▶

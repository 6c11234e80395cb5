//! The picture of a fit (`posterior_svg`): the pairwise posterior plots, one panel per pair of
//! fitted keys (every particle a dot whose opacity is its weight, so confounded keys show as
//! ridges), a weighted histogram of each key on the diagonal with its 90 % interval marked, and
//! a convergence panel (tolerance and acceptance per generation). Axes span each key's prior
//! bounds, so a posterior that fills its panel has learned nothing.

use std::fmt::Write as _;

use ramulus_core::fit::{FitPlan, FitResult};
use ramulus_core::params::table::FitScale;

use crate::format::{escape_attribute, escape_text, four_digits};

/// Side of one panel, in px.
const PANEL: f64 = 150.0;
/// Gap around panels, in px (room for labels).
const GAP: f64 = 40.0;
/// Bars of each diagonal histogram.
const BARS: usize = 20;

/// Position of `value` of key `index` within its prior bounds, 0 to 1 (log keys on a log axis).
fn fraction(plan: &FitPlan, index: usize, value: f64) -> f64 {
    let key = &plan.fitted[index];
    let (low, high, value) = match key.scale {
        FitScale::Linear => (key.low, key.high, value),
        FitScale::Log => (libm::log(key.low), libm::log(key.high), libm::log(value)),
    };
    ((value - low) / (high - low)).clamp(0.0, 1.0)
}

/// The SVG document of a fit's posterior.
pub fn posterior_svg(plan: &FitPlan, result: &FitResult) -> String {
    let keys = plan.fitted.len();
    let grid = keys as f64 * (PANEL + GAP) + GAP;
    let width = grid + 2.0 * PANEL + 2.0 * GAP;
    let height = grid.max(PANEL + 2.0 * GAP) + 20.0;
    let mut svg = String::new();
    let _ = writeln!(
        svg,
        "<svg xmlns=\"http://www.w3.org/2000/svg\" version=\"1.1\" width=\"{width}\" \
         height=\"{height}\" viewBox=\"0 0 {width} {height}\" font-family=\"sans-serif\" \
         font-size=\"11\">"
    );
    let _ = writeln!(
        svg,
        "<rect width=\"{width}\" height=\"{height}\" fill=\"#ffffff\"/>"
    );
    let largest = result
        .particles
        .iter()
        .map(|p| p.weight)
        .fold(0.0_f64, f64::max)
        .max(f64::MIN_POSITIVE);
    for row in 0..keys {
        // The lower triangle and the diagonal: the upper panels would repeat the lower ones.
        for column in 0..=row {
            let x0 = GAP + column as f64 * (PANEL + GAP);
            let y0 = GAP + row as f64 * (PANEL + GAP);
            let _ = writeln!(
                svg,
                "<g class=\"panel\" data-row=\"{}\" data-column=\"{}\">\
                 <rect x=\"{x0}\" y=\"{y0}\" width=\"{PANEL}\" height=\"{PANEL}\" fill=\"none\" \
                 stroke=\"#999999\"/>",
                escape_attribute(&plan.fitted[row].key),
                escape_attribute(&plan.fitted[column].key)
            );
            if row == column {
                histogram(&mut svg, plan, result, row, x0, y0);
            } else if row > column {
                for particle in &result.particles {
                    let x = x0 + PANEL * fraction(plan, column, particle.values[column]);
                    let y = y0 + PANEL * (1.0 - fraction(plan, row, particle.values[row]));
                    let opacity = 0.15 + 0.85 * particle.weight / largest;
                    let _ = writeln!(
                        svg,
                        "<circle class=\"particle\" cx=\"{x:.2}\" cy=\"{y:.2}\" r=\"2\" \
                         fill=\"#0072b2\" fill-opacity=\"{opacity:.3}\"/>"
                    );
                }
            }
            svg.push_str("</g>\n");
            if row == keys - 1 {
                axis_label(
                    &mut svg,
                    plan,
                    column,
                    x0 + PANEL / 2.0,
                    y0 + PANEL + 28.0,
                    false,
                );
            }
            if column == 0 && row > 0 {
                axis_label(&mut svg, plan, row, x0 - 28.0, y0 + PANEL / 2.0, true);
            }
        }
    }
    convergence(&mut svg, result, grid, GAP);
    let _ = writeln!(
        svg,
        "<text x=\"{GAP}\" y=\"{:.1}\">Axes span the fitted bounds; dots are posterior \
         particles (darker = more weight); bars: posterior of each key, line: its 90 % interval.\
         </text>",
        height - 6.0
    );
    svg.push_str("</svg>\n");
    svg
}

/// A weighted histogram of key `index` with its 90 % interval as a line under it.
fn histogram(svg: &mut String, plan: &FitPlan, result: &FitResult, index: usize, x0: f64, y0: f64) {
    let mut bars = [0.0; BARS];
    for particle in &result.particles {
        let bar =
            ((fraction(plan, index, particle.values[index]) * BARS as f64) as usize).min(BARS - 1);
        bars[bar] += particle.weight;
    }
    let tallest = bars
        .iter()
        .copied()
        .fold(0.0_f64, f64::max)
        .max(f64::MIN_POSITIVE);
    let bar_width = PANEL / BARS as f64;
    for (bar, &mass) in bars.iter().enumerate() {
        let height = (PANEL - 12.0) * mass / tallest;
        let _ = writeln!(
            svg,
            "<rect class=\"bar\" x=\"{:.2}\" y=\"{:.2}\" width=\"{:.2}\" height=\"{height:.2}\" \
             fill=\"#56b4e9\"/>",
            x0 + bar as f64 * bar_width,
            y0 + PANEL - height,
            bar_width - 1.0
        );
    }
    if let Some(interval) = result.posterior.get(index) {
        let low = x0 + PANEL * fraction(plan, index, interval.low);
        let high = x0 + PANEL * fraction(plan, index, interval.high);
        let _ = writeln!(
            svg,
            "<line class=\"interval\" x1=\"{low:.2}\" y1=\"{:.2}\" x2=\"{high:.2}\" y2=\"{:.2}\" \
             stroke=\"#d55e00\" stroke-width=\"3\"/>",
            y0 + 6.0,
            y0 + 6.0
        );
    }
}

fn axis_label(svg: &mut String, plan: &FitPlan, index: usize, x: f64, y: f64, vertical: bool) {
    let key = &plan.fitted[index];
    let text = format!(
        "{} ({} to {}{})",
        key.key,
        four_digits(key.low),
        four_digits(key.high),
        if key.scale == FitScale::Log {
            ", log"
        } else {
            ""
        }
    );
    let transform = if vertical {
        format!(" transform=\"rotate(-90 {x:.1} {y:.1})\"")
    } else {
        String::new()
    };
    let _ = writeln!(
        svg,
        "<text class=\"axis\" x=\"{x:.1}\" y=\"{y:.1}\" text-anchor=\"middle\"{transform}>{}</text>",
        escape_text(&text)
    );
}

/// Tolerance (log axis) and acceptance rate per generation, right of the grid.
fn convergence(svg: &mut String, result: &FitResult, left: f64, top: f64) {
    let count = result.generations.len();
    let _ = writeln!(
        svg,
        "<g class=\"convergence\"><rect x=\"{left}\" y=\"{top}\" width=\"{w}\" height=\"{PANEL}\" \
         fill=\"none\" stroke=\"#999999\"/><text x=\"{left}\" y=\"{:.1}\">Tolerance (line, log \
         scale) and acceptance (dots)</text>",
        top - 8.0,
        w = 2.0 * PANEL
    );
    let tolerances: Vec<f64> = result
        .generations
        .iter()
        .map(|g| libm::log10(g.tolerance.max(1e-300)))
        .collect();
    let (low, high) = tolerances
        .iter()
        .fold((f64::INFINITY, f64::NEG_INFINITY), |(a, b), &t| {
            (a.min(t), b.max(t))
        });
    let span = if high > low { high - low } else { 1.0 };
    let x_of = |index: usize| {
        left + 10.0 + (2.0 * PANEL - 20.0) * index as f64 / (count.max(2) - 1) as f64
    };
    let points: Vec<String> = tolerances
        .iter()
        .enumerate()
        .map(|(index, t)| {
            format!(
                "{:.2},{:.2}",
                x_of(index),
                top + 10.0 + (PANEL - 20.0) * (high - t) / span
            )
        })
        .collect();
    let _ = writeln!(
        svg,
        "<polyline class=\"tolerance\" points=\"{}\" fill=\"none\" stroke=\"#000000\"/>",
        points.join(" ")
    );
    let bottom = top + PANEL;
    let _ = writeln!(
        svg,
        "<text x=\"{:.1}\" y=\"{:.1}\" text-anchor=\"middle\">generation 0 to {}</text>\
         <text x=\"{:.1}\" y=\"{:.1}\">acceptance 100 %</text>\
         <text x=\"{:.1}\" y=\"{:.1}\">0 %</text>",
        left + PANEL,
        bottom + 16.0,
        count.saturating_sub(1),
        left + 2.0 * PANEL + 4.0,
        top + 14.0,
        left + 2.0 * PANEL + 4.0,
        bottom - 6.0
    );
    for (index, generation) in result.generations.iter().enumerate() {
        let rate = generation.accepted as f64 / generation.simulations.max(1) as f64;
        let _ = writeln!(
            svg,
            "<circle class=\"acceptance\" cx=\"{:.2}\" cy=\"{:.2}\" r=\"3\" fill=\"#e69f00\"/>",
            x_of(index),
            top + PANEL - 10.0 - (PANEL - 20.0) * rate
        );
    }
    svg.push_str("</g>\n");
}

◀
▶

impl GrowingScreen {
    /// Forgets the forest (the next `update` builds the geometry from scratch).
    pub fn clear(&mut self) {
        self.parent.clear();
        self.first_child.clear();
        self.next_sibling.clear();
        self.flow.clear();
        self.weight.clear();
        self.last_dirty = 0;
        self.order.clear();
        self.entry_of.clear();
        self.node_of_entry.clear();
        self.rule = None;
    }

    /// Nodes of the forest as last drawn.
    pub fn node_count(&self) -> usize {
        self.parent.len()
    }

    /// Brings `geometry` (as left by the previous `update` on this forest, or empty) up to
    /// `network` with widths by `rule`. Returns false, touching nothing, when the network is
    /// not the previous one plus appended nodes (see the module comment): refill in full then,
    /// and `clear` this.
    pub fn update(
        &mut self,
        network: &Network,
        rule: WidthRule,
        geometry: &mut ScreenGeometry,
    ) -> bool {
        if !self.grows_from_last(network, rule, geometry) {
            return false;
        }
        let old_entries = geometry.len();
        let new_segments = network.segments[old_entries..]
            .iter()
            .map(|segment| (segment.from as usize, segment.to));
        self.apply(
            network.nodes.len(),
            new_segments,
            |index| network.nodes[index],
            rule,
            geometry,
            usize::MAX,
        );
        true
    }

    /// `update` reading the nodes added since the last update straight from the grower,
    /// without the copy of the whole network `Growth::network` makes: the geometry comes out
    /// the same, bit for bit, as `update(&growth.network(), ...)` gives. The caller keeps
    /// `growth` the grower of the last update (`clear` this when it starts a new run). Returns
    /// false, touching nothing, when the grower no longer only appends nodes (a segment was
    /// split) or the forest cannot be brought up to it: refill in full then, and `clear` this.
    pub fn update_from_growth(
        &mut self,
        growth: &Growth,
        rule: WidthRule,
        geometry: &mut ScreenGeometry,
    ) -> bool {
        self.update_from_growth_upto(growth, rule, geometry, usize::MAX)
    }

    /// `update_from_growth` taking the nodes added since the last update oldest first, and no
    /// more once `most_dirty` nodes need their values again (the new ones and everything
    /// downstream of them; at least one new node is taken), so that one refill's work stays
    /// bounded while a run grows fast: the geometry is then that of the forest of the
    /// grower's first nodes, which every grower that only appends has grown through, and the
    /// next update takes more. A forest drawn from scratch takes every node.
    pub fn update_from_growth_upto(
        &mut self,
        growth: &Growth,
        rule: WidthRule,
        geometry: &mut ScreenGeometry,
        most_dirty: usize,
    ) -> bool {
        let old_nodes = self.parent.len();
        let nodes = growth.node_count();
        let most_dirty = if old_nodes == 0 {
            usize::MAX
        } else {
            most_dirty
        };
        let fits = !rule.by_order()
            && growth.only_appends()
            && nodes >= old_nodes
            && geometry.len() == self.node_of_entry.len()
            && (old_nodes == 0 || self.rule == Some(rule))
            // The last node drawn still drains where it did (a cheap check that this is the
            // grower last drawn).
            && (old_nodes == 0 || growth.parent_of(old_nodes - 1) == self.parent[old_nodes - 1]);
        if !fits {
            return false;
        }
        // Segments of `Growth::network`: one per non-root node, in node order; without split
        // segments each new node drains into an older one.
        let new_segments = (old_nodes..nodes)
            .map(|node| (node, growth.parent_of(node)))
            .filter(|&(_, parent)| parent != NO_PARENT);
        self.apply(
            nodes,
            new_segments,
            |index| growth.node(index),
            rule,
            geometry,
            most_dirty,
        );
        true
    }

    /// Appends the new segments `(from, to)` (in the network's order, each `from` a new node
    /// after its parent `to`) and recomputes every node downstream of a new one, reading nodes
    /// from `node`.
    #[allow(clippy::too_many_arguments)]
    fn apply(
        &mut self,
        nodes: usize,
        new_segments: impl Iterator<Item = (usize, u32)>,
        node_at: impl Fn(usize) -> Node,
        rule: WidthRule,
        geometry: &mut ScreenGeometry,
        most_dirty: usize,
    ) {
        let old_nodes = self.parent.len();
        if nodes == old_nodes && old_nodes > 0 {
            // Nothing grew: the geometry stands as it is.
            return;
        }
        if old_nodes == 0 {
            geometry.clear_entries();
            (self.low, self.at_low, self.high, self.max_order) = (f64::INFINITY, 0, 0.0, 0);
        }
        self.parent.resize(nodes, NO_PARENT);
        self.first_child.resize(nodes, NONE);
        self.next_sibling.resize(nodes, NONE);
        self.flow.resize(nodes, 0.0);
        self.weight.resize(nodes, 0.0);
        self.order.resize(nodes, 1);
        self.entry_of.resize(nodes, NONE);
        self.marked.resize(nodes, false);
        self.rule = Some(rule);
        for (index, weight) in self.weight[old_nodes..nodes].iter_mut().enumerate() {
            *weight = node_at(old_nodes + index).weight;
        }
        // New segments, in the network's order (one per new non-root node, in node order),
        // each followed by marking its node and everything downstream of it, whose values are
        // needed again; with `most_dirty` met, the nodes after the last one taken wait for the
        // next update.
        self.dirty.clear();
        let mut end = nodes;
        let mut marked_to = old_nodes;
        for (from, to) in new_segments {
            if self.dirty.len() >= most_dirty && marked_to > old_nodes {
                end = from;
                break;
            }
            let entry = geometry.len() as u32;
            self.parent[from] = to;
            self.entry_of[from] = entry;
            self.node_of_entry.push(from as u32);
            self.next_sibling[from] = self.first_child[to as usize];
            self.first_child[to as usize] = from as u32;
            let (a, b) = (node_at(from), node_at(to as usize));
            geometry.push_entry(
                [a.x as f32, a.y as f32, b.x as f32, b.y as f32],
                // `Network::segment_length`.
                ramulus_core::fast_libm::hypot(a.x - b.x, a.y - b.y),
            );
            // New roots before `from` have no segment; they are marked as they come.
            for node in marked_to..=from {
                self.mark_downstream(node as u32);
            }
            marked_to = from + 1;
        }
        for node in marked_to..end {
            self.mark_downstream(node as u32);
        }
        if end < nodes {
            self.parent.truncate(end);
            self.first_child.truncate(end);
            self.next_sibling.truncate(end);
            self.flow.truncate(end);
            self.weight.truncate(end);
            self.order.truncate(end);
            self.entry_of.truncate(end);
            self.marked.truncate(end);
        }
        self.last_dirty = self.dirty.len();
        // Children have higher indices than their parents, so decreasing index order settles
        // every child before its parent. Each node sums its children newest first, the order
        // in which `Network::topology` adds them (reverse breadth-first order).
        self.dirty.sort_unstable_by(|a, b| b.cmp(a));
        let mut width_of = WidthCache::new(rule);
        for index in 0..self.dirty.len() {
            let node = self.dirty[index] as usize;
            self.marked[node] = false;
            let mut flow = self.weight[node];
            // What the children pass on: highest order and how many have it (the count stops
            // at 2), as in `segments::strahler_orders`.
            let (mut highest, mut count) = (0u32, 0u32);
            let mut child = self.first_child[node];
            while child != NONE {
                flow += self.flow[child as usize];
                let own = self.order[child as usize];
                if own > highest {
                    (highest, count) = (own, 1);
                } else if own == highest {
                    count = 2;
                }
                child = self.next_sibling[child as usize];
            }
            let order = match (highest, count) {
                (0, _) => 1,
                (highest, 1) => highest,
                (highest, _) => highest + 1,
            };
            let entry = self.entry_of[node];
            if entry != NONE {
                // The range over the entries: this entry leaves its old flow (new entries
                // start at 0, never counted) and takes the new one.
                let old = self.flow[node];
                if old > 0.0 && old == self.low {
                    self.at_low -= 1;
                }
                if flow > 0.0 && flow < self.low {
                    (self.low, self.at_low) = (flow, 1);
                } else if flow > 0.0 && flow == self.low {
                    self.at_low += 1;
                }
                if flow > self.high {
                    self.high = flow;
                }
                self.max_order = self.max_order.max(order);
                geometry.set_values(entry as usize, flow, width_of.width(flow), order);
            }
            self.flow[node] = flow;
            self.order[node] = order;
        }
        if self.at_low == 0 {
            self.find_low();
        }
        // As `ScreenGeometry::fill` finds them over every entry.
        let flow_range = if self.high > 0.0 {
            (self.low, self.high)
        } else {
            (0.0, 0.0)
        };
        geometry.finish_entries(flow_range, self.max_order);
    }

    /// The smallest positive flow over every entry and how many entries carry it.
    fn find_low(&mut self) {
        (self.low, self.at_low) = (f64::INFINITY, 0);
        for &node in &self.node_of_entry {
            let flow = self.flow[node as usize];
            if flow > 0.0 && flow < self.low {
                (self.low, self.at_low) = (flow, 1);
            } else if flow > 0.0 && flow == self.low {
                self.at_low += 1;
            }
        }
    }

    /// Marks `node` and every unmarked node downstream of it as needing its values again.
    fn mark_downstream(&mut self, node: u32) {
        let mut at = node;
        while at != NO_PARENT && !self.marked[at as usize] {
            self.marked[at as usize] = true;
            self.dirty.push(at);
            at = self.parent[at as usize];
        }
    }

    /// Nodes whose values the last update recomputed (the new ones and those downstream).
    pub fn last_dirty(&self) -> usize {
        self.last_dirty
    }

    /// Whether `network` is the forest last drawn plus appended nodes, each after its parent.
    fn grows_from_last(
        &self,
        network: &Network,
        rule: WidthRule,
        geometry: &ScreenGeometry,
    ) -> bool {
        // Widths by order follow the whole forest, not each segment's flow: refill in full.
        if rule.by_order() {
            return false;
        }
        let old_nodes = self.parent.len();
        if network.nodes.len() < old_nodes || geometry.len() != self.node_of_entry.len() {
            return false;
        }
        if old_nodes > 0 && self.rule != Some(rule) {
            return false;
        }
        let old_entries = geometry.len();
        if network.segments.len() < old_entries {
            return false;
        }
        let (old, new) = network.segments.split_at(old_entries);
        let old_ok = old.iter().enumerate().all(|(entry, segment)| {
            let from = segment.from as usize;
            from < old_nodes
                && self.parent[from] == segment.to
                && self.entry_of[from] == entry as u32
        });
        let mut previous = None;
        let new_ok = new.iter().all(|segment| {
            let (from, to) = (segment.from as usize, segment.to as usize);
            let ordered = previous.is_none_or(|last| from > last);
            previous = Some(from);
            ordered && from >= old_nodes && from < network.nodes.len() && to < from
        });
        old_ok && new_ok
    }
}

◀

TASK OBJECTIVE - Find the lines above with the word "opacity". Copy them out.

EXERCISE OUTPUT -
//! fitted keys (every particle a dot whose opacity is its weight, so confounded keys show as
                    let opacity = 0.15 + 0.85 * particle.weight / largest;
                         fill=\"#0072b2\" fill-opacity=\"{opacity:.3}\"/>"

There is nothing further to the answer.